Flag carrier Philippine Airlines (PAL) said over 400 OFWs booked on two separate flights to Riyadh and Dammam were not allowed to board the aircraft.

Both planes, nearly empty, took off at their designated departure times anyway to pick up passengers on the return leg to Manila.

PAL not informed

PAL said the reason for the confusion was the government’s directive to temporarily suspend the deployment of OFWs to Saudi Arabia the previous day without informing the airline.

“We had not received any official government order directing airlines not to accept OFWs bound for Saudi Arabia, but we complied with verbal instructions from the immigration authorities who are no longer accepting OFWs for travel,” PAL said in its advisory, adding that it “regrets” the incident.

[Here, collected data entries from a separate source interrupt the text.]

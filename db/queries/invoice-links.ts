import { and, asc, eq, isNull } from "drizzle-orm";
import { assertCan, type Member } from "@/lib/auth/can";
import { hashToken, newToken } from "@/lib/auth/tokens";
import { ConflictError, GoneError, NotFoundError, notFound } from "@/lib/errors";
import { getDb, type DbOrTx } from "../client";
import { invoiceLines, invoices, jobs, workshops } from "../schema";
import { sameSession } from "./invoices";
import { insertLogEntry } from "./log";

/**
 * The customer's pay link: the owner e-mails an issued invoice with a link the customer opens without an
 * account. Like the estimate link, the token is 32 random bytes of which only the SHA-256 is stored, it
 * expires, and it is used once: once the invoice is paid the link only says thank you. Sending again
 * retires the older link. Log entries carry no amounts (apprentices read the Log).
 */

export const PAY_LINK_DAYS = 30;

const NOT_VALID = "This link is not valid. Ask the workshop to send the invoice again.";

function ownInvoice(tx: DbOrTx, member: Member, invoiceId: number) {
  const row = tx
    .select({
      id: invoices.id,
      number: invoices.number,
      status: invoices.status,
      jobId: invoices.jobId,
      customerEmail: jobs.customerEmail,
      customerName: jobs.customerName,
    })
    .from(invoices)
    .innerJoin(jobs, eq(jobs.id, invoices.jobId))
    .where(and(eq(invoices.id, invoiceId), eq(invoices.workshopId, member.workshopId)))
    .get();
  if (!row) throw notFound("That invoice");
  return row;
}

/**
 * A fresh pay link for an issued invoice; any older one stops working at once, and "viewed" starts over
 * for the new e-mail. Returns the token for the e-mail only: it is never stored or answered in an API response.
 */
export function issuePayLink(member: Member, invoiceId: number) {
  assertCan(member, "seeMoney", "send invoices");
  return getDb().transaction((tx) => {
    const invoice = ownInvoice(tx, member, invoiceId);
    if (invoice.status === "paid") throw new ConflictError("This invoice is already paid; there is nothing to send.");
    if (invoice.status === "void") throw new ConflictError("This invoice is void; issue a new one to send.");
    if (!invoice.customerEmail) throw new ConflictError("Add the customer's e-mail to the job before sending the invoice.");
    const { token, hash } = newToken();
    const expiresAt = new Date(Date.now() + PAY_LINK_DAYS * 86_400_000);
    tx.update(invoices)
      .set({ payTokenHash: hash, payTokenExpiresAt: expiresAt, viewedAt: null })
      .where(and(eq(invoices.id, invoiceId), eq(invoices.status, "issued")))
      .run();
    return { token, expiresAt, to: invoice.customerEmail, customerName: invoice.customerName, number: invoice.number, jobId: invoice.jobId };
  });
}

/** After the mail server took the message: when and to whom, for the owner's invoice page and the Log. */
export function recordInvoiceSent(member: Member, invoiceId: number, to: string) {
  assertCan(member, "seeMoney", "send invoices");
  const sentAt = new Date();
  getDb().transaction((tx) => {
    const invoice = ownInvoice(tx, member, invoiceId);
    tx.update(invoices).set({ sentTo: to, sentAt }).where(eq(invoices.id, invoiceId)).run();
    insertLogEntry(tx, {
      jobId: invoice.jobId,
      workshopId: member.workshopId,
      authorId: member.userId,
      kind: "invoice",
      text: `Invoice ${invoice.number} e-mailed to ${to} with a link to pay by card.`,
      data: { invoiceId, event: "sent" },
    });
  });
  return sentAt;
}

function byToken(tx: DbOrTx, token: string) {
  return tx
    .select({
      invoice: invoices,
      workshop: { name: workshops.name, contactEmail: workshops.contactEmail, contactPhone: workshops.contactPhone },
      job: { title: jobs.title, equipmentKind: jobs.equipmentKind, year: jobs.year, customerName: jobs.customerName, customerEmail: jobs.customerEmail },
    })
    .from(invoices)
    .innerJoin(workshops, eq(workshops.id, invoices.workshopId))
    .innerJoin(jobs, eq(jobs.id, invoices.jobId))
    .where(eq(invoices.payTokenHash, hashToken(token)))
    .get();
}

const expired = (at: Date | null) => !at || at.getTime() < Date.now();

/**
 * What the customer's page shows. The first open of a link is recorded (viewedAt, and a line in the Log);
 * a paid invoice shows only its thanks, a void or expired link only whom to ask.
 */
export function openPayLink(token: string) {
  return getDb().transaction((tx) => {
    const row = byToken(tx, token);
    if (!row) return { state: "unknown" as const };
    const { invoice, workshop, job } = row;
    if (invoice.status === "paid") return { state: "paid" as const, workshop, number: invoice.number, paidAt: invoice.paidAt };
    if (invoice.status === "void") return { state: "void" as const, workshop, number: invoice.number };
    if (expired(invoice.payTokenExpiresAt)) return { state: "expired" as const, workshop, number: invoice.number };
    // The null guard makes the first open the only one that writes, however many arrive at once.
    const first = tx
      .update(invoices)
      .set({ viewedAt: new Date() })
      .where(and(eq(invoices.id, invoice.id), isNull(invoices.viewedAt)))
      .run();
    if (first.changes === 1) {
      insertLogEntry(tx, {
        jobId: invoice.jobId,
        workshopId: invoice.workshopId,
        authorId: null,
        kind: "invoice",
        text: `Invoice ${invoice.number} opened by the customer.`,
        data: { invoiceId: invoice.id, event: "viewed" },
      });
    }
    const lines = tx.select().from(invoiceLines).where(eq(invoiceLines.invoiceId, invoice.id)).orderBy(asc(invoiceLines.position)).all();
    return {
      state: "open" as const,
      workshop,
      job: { title: job.title, equipmentKind: job.equipmentKind, year: job.year, customerName: job.customerName },
      invoice: {
        number: invoice.number,
        issuedAt: invoice.issuedAt,
        expiresAt: invoice.payTokenExpiresAt!,
        currency: invoice.currency,
        taxRateBp: invoice.taxRateBp,
        subtotalMinor: invoice.subtotalMinor,
        taxMinor: invoice.taxMinor,
        totalMinor: invoice.totalMinor,
        lines: lines.map(({ id, kind, description, quantityMilli, unitPriceMinor, amountMinor }) => ({
          id,
          kind,
          description,
          quantityMilli,
          unitPriceMinor,
          amountMinor,
        })),
      },
    };
  });
}

/** What checkout needs for the link's invoice: 404 for an unknown token, 410 once paid, void or expired. */
export function payableByLink(token: string) {
  const row = byToken(getDb(), token);
  if (!row) throw new NotFoundError(NOT_VALID);
  const { invoice } = row;
  if (invoice.status === "paid") throw new GoneError("This invoice is already paid. Thank you.");
  if (invoice.status === "void") throw new GoneError("The workshop has cancelled this invoice; there is nothing to pay.");
  if (expired(invoice.payTokenExpiresAt)) throw new GoneError("This link has expired. Ask the workshop for a new one.");
  return {
    id: invoice.id,
    number: invoice.number,
    currency: invoice.currency,
    totalMinor: invoice.totalMinor,
    checkoutSessionId: invoice.checkoutSessionId,
    customerEmail: row.job.customerEmail,
    workshopId: invoice.workshopId,
    workshopName: row.workshop.name,
  };
}

/** Remembers the Checkout Session made from the link, while the link still names an unpaid invoice whose session is still `previous`. */
export function recordPayLinkSession(token: string, sessionId: string, previous: string | null): boolean {
  return (
    getDb()
      .update(invoices)
      .set({ checkoutSessionId: sessionId })
      .where(and(eq(invoices.payTokenHash, hashToken(token)), eq(invoices.status, "issued"), sameSession(previous)))
      .run().changes === 1
  );
}

/** Where the payment service sends the payer back: which invoice the session paid, and whether it has landed. */
export function invoiceForReturn(sessionId: string) {
  return getDb()
    .select({ id: invoices.id, workshopId: invoices.workshopId, number: invoices.number, status: invoices.status, workshopName: workshops.name })
    .from(invoices)
    .innerJoin(workshops, eq(workshops.id, invoices.workshopId))
    .where(eq(invoices.checkoutSessionId, sessionId))
    .get();
}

The deployment ban was ordered by the labor deparment on May 27 this year.


Because the airline was not informed of the deployment ban, PAL said the OFWs managed to complete the check-in procedures at Naia.

“However, the Bureau of Immigration’s nonacceptance of our OFW passengers led to their exclusion from the flight,” PAL explained.

PAL said the affected flights were PR5654, which had 282 OFW passengers, and PR5682, which had 120 OFW passengers.

PAL mounts weekly flights to Riyadh and Damman.

“We have appealed with the government on behalf of our OFW passengers and hope for a positive resolution,” PAL said.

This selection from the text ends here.